Moreover, in its structure, the model finds a specific place for both socio-economic
and spatial (horizontal) feedbacks among regional economies. While the former are
captured by the socio-economic conditions generating interregional migration flows,
the latter are measured by spatial spillover effects that are measured by the growth
rate of a region that also depends on the growth rate of neighbouring regions.
It is a spatial-territorial model. The spatial and territorial dimensions have a role
in the explanation of regional growth in two ways. First, the model directly captures
proximity effects through the measurement of spatial spillovers; moreover, with the
introduction of variables interpreting the territorial (agglomerated, urbanised, rural)

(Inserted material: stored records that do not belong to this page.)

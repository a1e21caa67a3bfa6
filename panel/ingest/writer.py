"""``write_panel``: a Panel to CSV or Parquet, wide or long, read back by ``read_panel`` to the
same hash.  Used by the demo and by the round-trip tests."""

from __future__ import annotations

import csv
import os
from pathlib import Path

import numpy as np

from panel.data import Panel
from panel.ingest.errors import IngestError


def write_panel(panel: Panel, path, layout: str = "wide") -> Path:
    """Write ``panel.values`` (decimal excess returns) to ``path``; returns the path.

    ``.csv``: dates as ``YYYY-MM-DD``, numbers in shortest round-trip form, empty = missing.
    ``.parquet``: a ``date`` column (date32) and float64 columns.  ``layout="wide"``: ``date`` +
    one column per asset; ``"long"``: ``date, asset, value`` rows of the non-missing cells, by
    date then asset in panel order.
    """
    if layout not in ("wide", "long"):
        raise IngestError(f"write_panel layout={layout!r} is not 'wide' or 'long'")
    path = Path(os.fspath(path))
    suffix = path.suffix.lower()
    if suffix not in (".csv", ".parquet", ".pq"):
        raise IngestError(f"{path.name}: write_panel writes .csv or .parquet files, not "
                          f"{suffix or '(no suffix)'!r}")
    values = panel.values
    assets = [str(a) for a in values.columns]
    if layout == "wide" and any(a.casefold() == "date" for a in assets):
        raise IngestError(f"{path.name}: an asset named 'date' can't be written wide (it clashes "
                          "with the date column); write layout='long'")
    dates = values.index.values.astype("datetime64[D]")
    matrix = values.to_numpy(dtype="float64")
    if suffix == ".csv":
        _write_csv(path, layout, assets, dates, matrix)
    else:
        _write_parquet(path, layout, assets, dates, matrix)
    return path


def _cell(v: float) -> str:
    return "" if np.isnan(v) else repr(float(v))


def _write_csv(path, layout, assets, dates, matrix):
    with open(path, "w", newline="", encoding="utf-8") as handle:
        out = csv.writer(handle, lineterminator="\n")
        if layout == "wide":
            out.writerow(["date", *assets])
            for d, row in zip(dates, matrix):
                out.writerow([str(d), *(_cell(v) for v in row)])
            return
        out.writerow(["date", "asset", "value"])
        for d, row in zip(dates, matrix):
            for asset, v in zip(assets, row):
                if not np.isnan(v):
                    out.writerow([str(d), asset, _cell(v)])


def _write_parquet(path, layout, assets, dates, matrix):
    import pyarrow as pa
    import pyarrow.parquet as pq

    if layout == "wide":
        arrays = [pa.array(dates, type=pa.date32())]
        arrays += [pa.array(matrix[:, j], type=pa.float64(), from_pandas=True)
                   for j in range(len(assets))]
        table = pa.Table.from_arrays(arrays, names=["date", *assets])
    else:
        rows, cols = np.nonzero(~np.isnan(matrix))
        table = pa.table({
            "date": pa.array(dates[rows], type=pa.date32()),
            "asset": pa.array([assets[j] for j in cols], type=pa.string()),
            "value": pa.array(matrix[rows, cols], type=pa.float64()),
        })
    pq.write_table(table, path)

structure, the model indirectly measures the agglomeration economy (diseconomy)
effects that influence growth (decline) in a cumulative way. In this sense, it represents
a valid and modern conceptual interpretation of regional growth, which finds very
good empirical support in the estimations presented.
The model is built in order to predict new regional growth rates and new levels of
regional per capita income in the EU 27 Countries, and therefore new levels of economic territorial disparities, under different conditional hypotheses. Given the way
in which it is built, the MASST model enables forecasting future regional growth
rates on the basis of a variety of driving forces of change. Macroeconomic driving
forces (like trend in the euro/$ exchange rate; trend in fiscal morality; trend in interest
rates; trend in inflation rate; geo-political orientation of FDI; rebalancing of external
accounts of large emerging countries; increase in energy price), institutional driving
forces (i.e., the future enlargement strategies such as deepening or widening of the EU;
restructuring of Community Agricultural Policy; reorientation and size of structural
funds; attitude towards East-West and North-South migration) and socio-economic
and demographic driving forces (trend in fertility rate, in population aging; in saving
ratio; in migration patterns) can all easily be taken into consideration to provide a map
of European regional growth rates in the years to come.